» **Exercise brief**
Without omitting anything, copy the data exactly.

» **Material to process**
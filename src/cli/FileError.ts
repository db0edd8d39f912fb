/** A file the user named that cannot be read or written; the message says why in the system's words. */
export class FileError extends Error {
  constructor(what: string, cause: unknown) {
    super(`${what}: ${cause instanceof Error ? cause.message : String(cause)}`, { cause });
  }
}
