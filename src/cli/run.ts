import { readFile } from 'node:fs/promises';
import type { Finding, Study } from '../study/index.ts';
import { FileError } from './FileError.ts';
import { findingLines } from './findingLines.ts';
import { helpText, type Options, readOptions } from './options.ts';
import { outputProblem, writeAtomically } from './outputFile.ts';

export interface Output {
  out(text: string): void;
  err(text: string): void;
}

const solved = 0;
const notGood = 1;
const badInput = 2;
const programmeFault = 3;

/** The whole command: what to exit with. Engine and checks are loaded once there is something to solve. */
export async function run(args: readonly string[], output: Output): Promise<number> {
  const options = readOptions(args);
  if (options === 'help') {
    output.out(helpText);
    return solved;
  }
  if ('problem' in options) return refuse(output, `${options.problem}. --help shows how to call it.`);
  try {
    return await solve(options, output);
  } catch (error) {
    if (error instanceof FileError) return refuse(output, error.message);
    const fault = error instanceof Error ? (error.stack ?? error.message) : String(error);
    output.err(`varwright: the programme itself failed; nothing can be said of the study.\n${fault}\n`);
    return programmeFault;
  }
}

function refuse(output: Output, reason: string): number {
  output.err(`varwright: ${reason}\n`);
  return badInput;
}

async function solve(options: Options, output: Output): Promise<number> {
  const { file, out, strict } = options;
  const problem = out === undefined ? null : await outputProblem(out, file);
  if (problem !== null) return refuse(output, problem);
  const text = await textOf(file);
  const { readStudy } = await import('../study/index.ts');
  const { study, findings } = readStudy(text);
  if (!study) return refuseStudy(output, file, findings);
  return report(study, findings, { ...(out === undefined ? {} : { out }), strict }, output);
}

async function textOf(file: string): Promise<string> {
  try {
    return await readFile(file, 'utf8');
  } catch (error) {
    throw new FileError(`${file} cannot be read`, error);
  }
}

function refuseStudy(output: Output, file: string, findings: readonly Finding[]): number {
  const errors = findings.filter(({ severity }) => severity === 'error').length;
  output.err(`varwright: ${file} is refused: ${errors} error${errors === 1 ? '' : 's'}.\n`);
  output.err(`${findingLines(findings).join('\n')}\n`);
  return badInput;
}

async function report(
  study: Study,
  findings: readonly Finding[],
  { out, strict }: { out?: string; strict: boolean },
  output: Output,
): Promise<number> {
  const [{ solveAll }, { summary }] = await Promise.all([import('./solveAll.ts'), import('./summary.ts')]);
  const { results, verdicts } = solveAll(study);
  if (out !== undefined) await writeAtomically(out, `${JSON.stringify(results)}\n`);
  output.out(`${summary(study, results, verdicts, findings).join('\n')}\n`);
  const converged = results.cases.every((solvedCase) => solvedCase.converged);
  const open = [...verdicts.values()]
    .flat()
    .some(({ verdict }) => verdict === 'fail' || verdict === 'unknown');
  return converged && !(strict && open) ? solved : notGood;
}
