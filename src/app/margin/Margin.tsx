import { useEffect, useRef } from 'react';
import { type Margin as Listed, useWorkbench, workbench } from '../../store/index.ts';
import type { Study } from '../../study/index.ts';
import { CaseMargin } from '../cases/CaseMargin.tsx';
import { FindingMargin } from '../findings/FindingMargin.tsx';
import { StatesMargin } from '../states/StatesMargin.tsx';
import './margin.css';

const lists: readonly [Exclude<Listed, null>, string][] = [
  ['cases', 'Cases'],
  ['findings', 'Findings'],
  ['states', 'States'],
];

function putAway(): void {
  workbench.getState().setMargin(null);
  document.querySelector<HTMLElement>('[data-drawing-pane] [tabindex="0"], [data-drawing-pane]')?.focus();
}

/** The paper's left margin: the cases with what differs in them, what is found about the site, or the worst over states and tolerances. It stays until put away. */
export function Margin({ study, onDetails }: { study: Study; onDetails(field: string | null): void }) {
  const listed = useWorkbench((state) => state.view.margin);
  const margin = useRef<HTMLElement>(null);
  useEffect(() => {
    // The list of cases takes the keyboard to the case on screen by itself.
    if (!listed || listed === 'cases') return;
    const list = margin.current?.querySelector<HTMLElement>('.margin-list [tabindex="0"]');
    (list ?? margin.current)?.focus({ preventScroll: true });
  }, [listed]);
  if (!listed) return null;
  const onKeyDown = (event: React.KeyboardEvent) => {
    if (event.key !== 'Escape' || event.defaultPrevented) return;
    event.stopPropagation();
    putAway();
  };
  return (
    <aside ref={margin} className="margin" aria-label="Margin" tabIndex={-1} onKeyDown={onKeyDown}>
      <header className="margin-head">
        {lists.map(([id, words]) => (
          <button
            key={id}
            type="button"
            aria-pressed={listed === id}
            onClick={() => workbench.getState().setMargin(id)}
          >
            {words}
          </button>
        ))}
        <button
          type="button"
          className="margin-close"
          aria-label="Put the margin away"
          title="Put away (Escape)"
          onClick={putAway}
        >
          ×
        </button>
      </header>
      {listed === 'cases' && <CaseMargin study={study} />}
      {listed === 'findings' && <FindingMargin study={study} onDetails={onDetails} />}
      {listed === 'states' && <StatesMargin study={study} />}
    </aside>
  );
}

» **Output of the exercise**
filename src/cli/FileError.ts
repository db0edd8d39f912fb
/** A file the user named that cannot be read or written; the message says why in the system's words. */
export class FileError extends Error {
  constructor(what: string, cause: unknown) {
    super(`${what}: ${cause instanceof Error ? cause.message : String(cause)}`, { cause });
  }
}
filename src/cli/run.ts
import { readFile } from 'node:fs/promises';
import type { Finding, Study } from '../study/index.ts';
import { FileError } from './FileError.ts';
import { findingLines } from './findingLines.ts';
import { helpText, type Options, readOptions } from './options.ts';
import { outputProblem, writeAtomically } from './outputFile.ts';

export interface Output {
  out(text: string): void;
  err(text: string): void;
}

const solved = 0;
const notGood = 1;
const badInput = 2;
const programmeFault = 3;

/** The whole command: what to exit with. Engine and checks are loaded once there is something to solve. */
export async function run(args: readonly string[], output: Output): Promise<number> {
  const options = readOptions(args);
  if (options === 'help') {
    output.out(helpText);
    return solved;
  }
  if ('problem' in options) return refuse(output, `${options.problem}. --help shows how to call it.`);
  try {
    return await solve(options, output);
  } catch (error) {
    if (error instanceof FileError) return refuse(output, error.message);
    const fault = error instanceof Error ? (error.stack ?? error.message) : String(error);
    output.err(`varwright: the programme itself failed; nothing can be said of the study.\n${fault}\n`);
    return programmeFault;
  }
}

function refuse(output: Output, reason: string): number {
  output.err(`varwright: ${reason}\n`);
  return badInput;
}

async function solve(options: Options, output: Output): Promise<number> {
  const { file, out, strict } = options;
  const problem = out === undefined ? null : await outputProblem(out, file);
  if (problem !== null) return refuse(output, problem);
  const text = await textOf(file);
  const { readStudy } = await import('../study/index.ts');
  const { study, findings } = readStudy(text);
  if (!study) return refuseStudy(output, file, findings);
  return report(study, findings, { ...(out === undefined ? {} : { out }), strict }, output);
}

async function textOf(file: string): Promise<string> {
  try {
    return await readFile(file, 'utf8');
  } catch (error) {
    throw new FileError(`${file} cannot be read`, error);
  }
}

function refuseStudy(output: Output, file: string, findings: readonly Finding[]): number {
  const errors = findings.filter(({ severity }) => severity === 'error').length;
  output.err(`varwright: ${file} is refused: ${errors} error${errors === 1 ? '' : 's'}.\n`);
  output.err(`${findingLines(findings).join('\n')}\n`);
  return badInput;
}

async function report(
  study: Study,
  findings: readonly Finding[],
  { out, strict }: { out?: string; strict: boolean },
  output: Output,
): Promise<number> {
  const [{ solveAll }, { summary }] = await Promise.all([import('./solveAll.ts'), import('./summary.ts')]);
  const { results, verdicts } = solveAll(study);
  if (out !== undefined) await writeAtomically(out, `${JSON.stringify(results)}\n`);
  output.out(`${summary(study, results, verdicts, findings).join('\n')}\n`);
  const converged = results.cases.every((solvedCase) => solvedCase.converged);
  const open = [...verdicts.values()]
    .flat()
    .some(({ verdict }) => verdict === 'fail' || verdict === 'unknown');
  return converged && !(strict && open) ? solved : notGood;
}
filename src/app/margin/Margin.tsx
import { useEffect, useRef } from 'react';
import { type Margin as Listed, useWorkbench, workbench } from '../../store/index.ts';
import type { Study } from '../../study/index.ts';
import { CaseMargin } from '../cases/CaseMargin.tsx';
import { FindingMargin } from '../findings/FindingMargin.tsx';
import { StatesMargin } from '../states/StatesMargin.tsx';
import './margin.css';

const lists: readonly [Exclude<Listed, null>, string][] = [
  ['cases', 'Cases'],
  ['findings', 'Findings'],
  ['states', 'States'],
];

function putAway(): void {
  workbench.getState().setMargin(null);
  document.querySelector<HTMLElement>('[data-drawing-pane] [tabindex="0"], [data-drawing-pane]')?.focus();
}

/** The paper's left margin: the cases with what differs in them, what is found about the site, or the worst over states and tolerances. It stays until put away. */
export function Margin({ study, onDetails }: { study: Study; onDetails(field: string | null): void }) {
  const listed = useWorkbench((state) => state.view.margin);
  const margin = useRef<HTMLElement>(null);
  useEffect(() => {
    // The list of cases takes the keyboard to the case on screen by itself.
    if (!listed || listed === 'cases') return;
    const list = margin.current?.querySelector<HTMLElement>('.margin-list [tabindex="0"]');
    (list ?? margin.current)?.focus({ preventScroll: true });
  }, [listed]);
  if (!listed) return null;
  const onKeyDown = (event: React.KeyboardEvent) => {
    if (event.key !== 'Escape' || event.defaultPrevented) return;
    event.stopPropagation();
    putAway();
  };
  return (
    <aside ref={margin} className="margin" aria-label="Margin" tabIndex={-1} onKeyDown={onKeyDown}>
      <header className="margin-head">
        {lists.map(([id, words]) => (
          <button
            key={id}
            type="button"
            aria-pressed={listed === id}
            onClick={() => workbench.getState().setMargin(id)}
          >
            {words}
          </button>
        ))}
        <button
          type="button"
          className="margin-close"
          aria-label="Put the margin away"
          title="Put away (Escape)"
          onClick={putAway}
        >
          ×
        </button>
      </header>
      {listed === 'cases' && <CaseMargin study={study} />}
      {listed === 'findings' && <FindingMargin study={study} onDetails={onDetails} />}
      {listed === 'states' && <StatesMargin study={study} />}
    </aside>
  );
}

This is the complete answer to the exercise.